*Work item*: Copy word for word the lines from the start of the records through the line that contains "for (const version of versions)", both included.

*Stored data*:
// The Atom feed of new, corrected and withdrawn briefs (RFC 4287). Written here rather than by a
// feed package because titles and summaries must be plain text (type="text"): a brief's title is
// the editor's words, and as HTML a feed reader would run whatever markup it held.
import type { TFunction } from "i18next";
import { localePath, type Locale } from "#core/languages/locales";
import { notXmlChar } from "#core/editorial/text";
import { versionUrl } from "#core/publication/urls";
import { changeSummary } from "#core/snapshot/changes";
import type { ReleasedVersion } from "#db/versions";

/** Text as XML carries it: the five special characters escaped, and what XML 1.0 forbids dropped (server/core/editorial/text.ts). */
export function escapeXml(text: string): string {
  return text.replace(notXmlChar, "").replace(/[<>&'"]/g, (c) => `&#${c.charCodeAt(0)};`);
}

interface Entry {
  id: string;
  url: string;
  title: string;
  summary: string;
  updated: string;
}

/** One entry per release (a new brief or a correction), and one per withdrawn brief, newest first. */
export function feedEntries(versions: ReleasedVersion[], base: string, locale: Locale, t: TFunction): Entry[] {
  // An entry's id names the version, the same in every language's feed; its link is the reader's language.
  const address = (version: ReleasedVersion) => versionUrl({ slug: version.slug, version: version.number });
  const entries: Entry[] = versions.map((version) => {
    const url = `${base}${localePath(locale, address(version))}`;
    return {
      id: `${base}${address(version)}`,
      url,
      title: version.number === 1 ? version.title : t("feed.corrected", { version: version.number, title: version.title }),
      summary: version.number === 1 ? t("feed.new", { title: version.title }) : [t("feed.correctionNote", { note: version.note ?? "" }), ...(version.changes ? [changeSummary(t, locale, version.changes)] : [])].join(" "),
      updated: version.releaseAt,
    };
  });
  const withdrawn = new Map<string, ReleasedVersion>();
  for (const version of versions) if (version.withdrawnAt && !withdrawn.has(version.slug)) withdrawn.set(version.slug, version);
  for (const version of withdrawn.values()) {
    const url = `${base}${localePath(locale, address(version))}`;
    entries.push({ id: `${base}${address(version)}#withdrawn`, url, title: t("feed.withdrawn", { title: version.title }), summary: t("feed.withdrawnReason", { reason: version.withdrawalReason ?? "" }), updated: version.withdrawnAt! });
  }
  return entries.sort((a, b) => b.updated.localeCompare(a.updated)).slice(0, 50);
}

export function atomFeed(feed: { base: string; selfUrl: string; entries: Entry[]; locale: Locale; t: TFunction }): string {
  const text = (name: string, value: string) => `<${name} type="text">${escapeXml(value.replace(/[\r\n]+/g, " "))}</${name}>`;
  const entries = feed.entries.map(
    (entry) =>
      `  <entry>\n    <id>${escapeXml(entry.id)}</id>\n    ${text("title", entry.title)}\n    <link href="${escapeXml(entry.url)}"/>\n    <updated>${entry.updated}</updated>\n    ${text("summary", entry.summary)}\n  </entry>`,
  );
  return [
    `<?xml version="1.0" encoding="utf-8"?>`,
    `<feed xmlns="http://www.w3.org/2005/Atom" xml:lang="${feed.locale}">`,
    `  <id>${escapeXml(feed.base)}/</id>`,
    `  ${text("title", feed.t("feed.title"))}`,
    `  ${text("subtitle", feed.t("feed.subtitle"))}`,
    `  <link href="${escapeXml(feed.base + localePath(feed.locale, "/"))}"/>`,
    `  <link rel="self" type="application/atom+xml" href="${escapeXml(feed.selfUrl)}"/>`,
    `  <updated>${feed.entries[0]?.updated ?? new Date(0).toISOString()}</updated>`,
    `  <author><name>Fairweigh</name></author>`,
    ...entries,
    `</feed>`,
    ``,
  ].join("\n");
}
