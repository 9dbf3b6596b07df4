// A version's outcome sections: most of its page, and all of what a version's language and
// translation decide alone. The server renders them to HTML once per version and language and keeps
// them (server/web/pages/stored-brief.ts); the page puts that HTML in place (RenderedOutcomes.tsx).
// Used on the server only: the browser never renders them.
import { renderToString } from "react-dom/server";
import { I18nextProvider } from "react-i18next";
import type { OutcomeView } from "#core/publication/brief-page";
import type { Locale } from "#core/languages/locales";
import type { VersionAddress } from "#core/publication/urls";
import { createI18n } from "../i18n";
import { TermLinks } from "../Term";
import { OutcomeSection } from "./OutcomeSection";
import { useUntranslated, type TranslationState } from "./Notices";

function OutcomeSections({ outcomes, version, translation }: { outcomes: OutcomeView[]; version: VersionAddress; translation: TranslationState }) {
  const untranslated = useUntranslated(translation);
  return outcomes.map((outcome) => <OutcomeSection key={outcome.index} outcome={outcome} version={version} nameMark={untranslated.mark(`outcome:${outcome.index}`)} />);
}

/**
 * The outcome sections of a version in a language, as HTML: the same components as any page, with
 * glossary links counted from the first section (no term is linked before them on a brief page).
 */
export function renderOutcomeSections(outcomes: OutcomeView[], version: VersionAddress, locale: Locale, translation: TranslationState): string {
  return renderToString(
    <I18nextProvider i18n={createI18n(locale, ["public"])}>
      <TermLinks>
        <OutcomeSections outcomes={outcomes} version={version} translation={translation} />
      </TermLinks>
    </I18nextProvider>,
    { identifierPrefix: "outcomes-" },
  );
}
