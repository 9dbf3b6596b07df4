// The full grid of plain-language statements: 4 certainty levels × 4 magnitudes × benefit or harm,
// against the wording of Santesso et al., GRADE guidelines 26, J Clin Epidemiol 2020;119:126–135
// (the phrases below are recalled from that paper's table of suggested statements; "slightly" stands
// before the verb, our wording, so that a long outcome phrase still reads naturally). "unclear" is
// METHODS.md §10 without thresholds: the 95% CI includes the null, and no trivial band is defined.
import { describe, expect, it } from "vitest";
import { createI18n, locales, type Locale } from "#components/i18n";
import { messageText } from "#components/Message";
import type { Rating } from "#core/grade/certainty";
import { absoluteStatement, magnitudeOf, statementFor, type Magnitude } from "#core/grade/statements";

const wording: Record<Exclude<Rating, "very_low">, Record<Magnitude, { reduce: string; increase: string }>> = {
  high: {
    large: { reduce: "results in a large reduction in pain", increase: "results in a large increase in pain" },
    moderate: { reduce: "reduces pain", increase: "increases pain" },
    small: { reduce: "slightly reduces pain", increase: "slightly increases pain" },
    trivial: { reduce: "results in little to no difference in pain", increase: "results in little to no difference in pain" },
    unclear: { reduce: "does not show a clear difference in pain", increase: "does not show a clear difference in pain" },
  },
  moderate: {
    large: { reduce: "likely results in a large reduction in pain", increase: "likely results in a large increase in pain" },
    moderate: { reduce: "probably reduces pain", increase: "probably increases pain" },
    small: { reduce: "probably slightly reduces pain", increase: "probably slightly increases pain" },
    trivial: { reduce: "probably results in little to no difference in pain", increase: "probably results in little to no difference in pain" },
    unclear: { reduce: "probably does not show a clear difference in pain", increase: "probably does not show a clear difference in pain" },
  },
  low: {
    large: { reduce: "may result in a large reduction in pain", increase: "may result in a large increase in pain" },
    moderate: { reduce: "may reduce pain", increase: "may increase pain" },
    small: { reduce: "may slightly reduce pain", increase: "may slightly increase pain" },
    trivial: { reduce: "may result in little to no difference in pain", increase: "may result in little to no difference in pain" },
    unclear: { reduce: "may not show a clear difference in pain", increase: "may not show a clear difference in pain" },
  },
};

const magnitudes: Magnitude[] = ["large", "moderate", "small", "trivial", "unclear"];
type Grid = Record<Exclude<Rating, "very_low">, Record<Magnitude, { reduce: string; increase: string }>>;

// The same grid in Spanish, French and Arabic: our own translations of the published English
// templates above (no published translation of that table is used), written out here as well as in
// locales/, so that a change to either is caught. T, O and C stand for treatment, outcome, comparator.
const same = (text: string) => ({ reduce: text, increase: text });
const grids: Record<Exclude<Locale, "en">, { grid: Grid; sentence: (phrase: string) => string; veryLow: string; absolute: [string, string] }> = {
  es: {
    grid: {
      high: {
        large: { reduce: "T produce una gran reducción de O", increase: "T produce un gran aumento de O" },
        moderate: { reduce: "T reduce O", increase: "T aumenta O" },
        small: { reduce: "T reduce ligeramente O", increase: "T aumenta ligeramente O" },
        trivial: same("T produce poca o ninguna diferencia en O"),
        unclear: same("T no muestra una diferencia clara en O"),
      },
      moderate: {
        large: { reduce: "T probablemente produce una gran reducción de O", increase: "T probablemente produce un gran aumento de O" },
        moderate: { reduce: "T probablemente reduce O", increase: "T probablemente aumenta O" },
        small: { reduce: "T probablemente reduce ligeramente O", increase: "T probablemente aumenta ligeramente O" },
        trivial: same("T probablemente produce poca o ninguna diferencia en O"),
        unclear: same("T probablemente no muestra una diferencia clara en O"),
      },
      low: {
        large: { reduce: "T podría producir una gran reducción de O", increase: "T podría producir un gran aumento de O" },
        moderate: { reduce: "T podría reducir O", increase: "T podría aumentar O" },
        small: { reduce: "T podría reducir ligeramente O", increase: "T podría aumentar ligeramente O" },
        trivial: same("T podría producir poca o ninguna diferencia en O"),
        unclear: same("T podría no mostrar una diferencia clara en O"),
      },
    },
    sentence: (phrase) => `${phrase} en comparación con C.`,
    veryLow: "La evidencia es muy incierta sobre el efecto de T en O en comparación con C.",
    absolute: ["23 menos por cada 1000 (de 40 menos a 4 menos)", "12 más por cada 1000 (de 5 menos a 30 más)"],
  },
  fr: {
    grid: {
      high: {
        large: { reduce: "T entraîne une forte diminution de O", increase: "T entraîne une forte augmentation de O" },
        moderate: { reduce: "T diminue O", increase: "T augmente O" },
        small: { reduce: "T diminue légèrement O", increase: "T augmente légèrement O" },
        trivial: same("T entraîne peu ou pas de différence sur O"),
        unclear: same("T ne montre pas de différence nette sur O"),
      },
      moderate: {
        large: { reduce: "T entraîne probablement une forte diminution de O", increase: "T entraîne probablement une forte augmentation de O" },
        moderate: { reduce: "T diminue probablement O", increase: "T augmente probablement O" },
        small: { reduce: "T diminue probablement légèrement O", increase: "T augmente probablement légèrement O" },
        trivial: same("T n’entraîne probablement que peu ou pas de différence sur O"),
        unclear: same("T ne montre probablement pas de différence nette sur O"),
      },
      low: {
        large: { reduce: "T pourrait entraîner une forte diminution de O", increase: "T pourrait entraîner une forte augmentation de O" },
        moderate: { reduce: "T pourrait diminuer O", increase: "T pourrait augmenter O" },
        small: { reduce: "T pourrait diminuer légèrement O", increase: "T pourrait augmenter légèrement O" },
        trivial: same("T pourrait n’entraîner que peu ou pas de différence sur O"),
        unclear: same("T pourrait ne pas montrer de différence nette sur O"),
      },
    },
    sentence: (phrase) => `${phrase} par rapport à C.`,
    veryLow: "Les données probantes sont très incertaines quant à l’effet de T sur O par rapport à C.",
    absolute: ["23 de moins pour 1000 (de 40 de moins à 4 de moins)", "12 de plus pour 1000 (de 5 de moins à 30 de plus)"],
  },
  ar: {
    grid: {
      high: {
        large: { reduce: "يؤدي T إلى انخفاض كبير في O", increase: "يؤدي T إلى زيادة كبيرة في O" },
        moderate: { reduce: "يخفّض T O", increase: "يزيد T O" },
        small: { reduce: "يخفّض T O قليلًا", increase: "يزيد T O قليلًا" },
        trivial: same("يؤدي T إلى فرق ضئيل أو لا فرق في O"),
        unclear: same("لا يُظهر T فرقًا واضحًا في O"),
      },
      moderate: {
        large: { reduce: "يُرجَّح أن يؤدي T إلى انخفاض كبير في O", increase: "يُرجَّح أن يؤدي T إلى زيادة كبيرة في O" },
        moderate: { reduce: "يُحتمل أن يخفّض T O", increase: "يُحتمل أن يزيد T O" },
        small: { reduce: "يُحتمل أن يخفّض T O قليلًا", increase: "يُحتمل أن يزيد T O قليلًا" },
        trivial: same("يُحتمل أن يؤدي T إلى فرق ضئيل أو لا فرق في O"),
        unclear: same("يُحتمل ألّا يُظهر T فرقًا واضحًا في O"),
      },
      low: {
        large: { reduce: "قد يؤدي T إلى انخفاض كبير في O", increase: "قد يؤدي T إلى زيادة كبيرة في O" },
        moderate: { reduce: "قد يخفّض T O", increase: "قد يزيد T O" },
        small: { reduce: "قد يخفّض T O قليلًا", increase: "قد يزيد T O قليلًا" },
        trivial: same("قد يؤدي T إلى فرق ضئيل أو لا فرق في O"),
        unclear: same("قد لا يُظهر T فرقًا واضحًا في O"),
      },
    },
    sentence: (phrase) => `${phrase} مقارنةً بـC.`,
    veryLow: "الأدلة غير مؤكدة إلى حد كبير بشأن أثر T في O مقارنةً بـC.",
    absolute: ["أقل بـ23 لكل 1000 (من أقل بـ40 إلى أقل بـ4)", "أكثر بـ12 لكل 1000 (من أقل بـ5 إلى أكثر بـ30)"],
  },
};

const english = {
  grid: Object.fromEntries(Object.entries(wording).map(([c, row]) => [c, Object.fromEntries(Object.entries(row).map(([m, p]) => [m, { reduce: `T ${p.reduce.replace("pain", "O")}`, increase: `T ${p.increase.replace("pain", "O")}` }]))])) as Grid,
  sentence: (phrase: string) => `${phrase} compared with C.`,
  veryLow: "The evidence is very uncertain about the effect of T on O compared with C.",
  absolute: ["23 fewer per 1000 (from 40 fewer to 4 fewer)", "12 more per 1000 (from 5 fewer to 30 more)"] as [string, string],
};

describe.each(locales)("statements in %s", (locale) => {
  const { t } = createI18n(locale);
  // Frozen versions hold "40 fewer" as a value: pages say it in the reader's language (components/Message.tsx).
  const say = (s: { key: string; values: Record<string, string | number> }) => messageText(t, locale, s);
  const expected = locale === "en" ? english : grids[locale];

  // A statement says which way the outcome moved; whether that is good news is the outcome's
  // direction, which the page shows beside it (and harm outcomes name the harm). So each direction once.
  for (const [change, estimate] of [["reduce", -0.5], ["increase", 0.5]] as const) {
    for (const certainty of ["high", "moderate", "low"] as const) {
      for (const magnitude of magnitudes) {
        it(`${certainty} certainty, ${magnitude}, the outcome ${change === "reduce" ? "lower" : "higher"}`, () => {
          const statement = statementFor({ treatment: "T", comparator: "C", outcome: "O", estimate, certainty, magnitude });
          expect(say(statement)).toBe(expected.sentence(expected.grid[certainty][magnitude][change]));
        });
      }
    }
    it(`very low certainty, any magnitude, the outcome ${change === "reduce" ? "lower" : "higher"}`, () => {
      for (const magnitude of magnitudes) {
        const statement = statementFor({ treatment: "T", comparator: "C", outcome: "O", estimate, certainty: "very_low", magnitude });
        expect(say(statement)).toBe(expected.veryLow);
      }
    });
  }

  it("states the absolute effect per 1000 with its interval", () => {
    expect(say(absoluteStatement({ estimate: -23.4, lower: -40.2, upper: -3.6 }))).toBe(expected.absolute[0]);
    expect(say(absoluteStatement({ estimate: 12.2, lower: -5.1, upper: 30 }))).toBe(expected.absolute[1]);
  });
});

describe("magnitude from the outcome's thresholds", () => {
  const thresholds = { small: 0.1, moderate: 0.3, large: 0.6 };
  it("classifies the absolute size of the point estimate", () => {
    expect([0.05, -0.1, 0.29, -0.3, 0.59, 0.6, -2].map((x) => magnitudeOf(x, thresholds))).toEqual([
      "trivial", "small", "small", "moderate", "moderate", "large", "large",
    ]);
  });
});
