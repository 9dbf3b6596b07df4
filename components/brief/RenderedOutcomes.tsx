// Where a brief page's outcome sections go, rendered already (server/web/pages/stored-brief.ts).
import { usePageContext } from "vike-react/usePageContext";
import { outcomesMark } from "#core/publication/outcomes-mark";

/**
 * On the server, a mark the server replaces by the sections once the page is rendered (fillOutcomes).
 * With the data on a client-side navigation and in the preview, the HTML itself. Hydration keeps the
 * server's HTML: React does not compare what dangerouslySetInnerHTML holds, and the sections hold
 * nothing that runs (their folding is <details>), so the browser is not sent them a second time.
 */
export function RenderedOutcomes({ html }: { html?: string }) {
  const { outcomesHtml, cspNonce } = usePageContext();
  const server = outcomesHtml === undefined ? undefined : outcomesMark(cspNonce);
  return <div data-testid="outcomes" dangerouslySetInnerHTML={{ __html: server ?? html ?? "" }} suppressHydrationWarning />;
}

*Answer to this exercise*:
// The Atom feed of new, corrected and withdrawn briefs (RFC 4287). Written here rather than by a
// feed package because titles and summaries must be plain text (type="text"): a brief's title is
// the editor's words, and as HTML a feed reader would run whatever markup it held.
import type { TFunction } from "i18next";
import { localePath, type Locale } from "#core/languages/locales";
import { notXmlChar } from "#core/editorial/text";
import { versionUrl } from "#core/publication/urls";
import { changeSummary } from "#core/snapshot/changes";
import type { ReleasedVersion } from "#db/versions";

/** Text as XML carries it: the five special characters escaped, and what XML 1.0 forbids dropped (server/core/editorial/text.ts). */
export function escapeXml(text: string): string {
  return text.replace(notXmlChar, "").replace(/[<>&'"]/g, (c) => `&#${c.charCodeAt(0)};`);
}

interface Entry {
  id: string;
  url: string;
  title: string;
  summary: string;
  updated: string;
}

/** One entry per release (a new brief or a correction), and one per withdrawn brief, newest first. */
export function feedEntries(versions: ReleasedVersion[], base: string, locale: Locale, t: TFunction): Entry[] {
  // An entry's id names the version, the same in every language's feed; its link is the reader's language.
  const address = (version: ReleasedVersion) => versionUrl({ slug: version.slug, version: version.number });
  const entries: Entry[] = versions.map((version) => {
    const url = `${base}${localePath(locale, address(version))}`;
    return {
      id: `${base}${address(version)}`,
      url,
      title: version.number === 1 ? version.title : t("feed.corrected", { version: version.number, title: version.title }),
      summary: version.number === 1 ? t("feed.new", { title: version.title }) : [t("feed.correctionNote", { note: version.note ?? "" }), ...(version.changes ? [changeSummary(t, locale, version.changes)] : [])].join(" "),
      updated: version.releaseAt,
    };
  });
  const withdrawn = new Map<string, ReleasedVersion>();
  for (const version of versions) if (version.withdrawnAt && !withdrawn.has(version.slug)) withdrawn.set(version.slug, version);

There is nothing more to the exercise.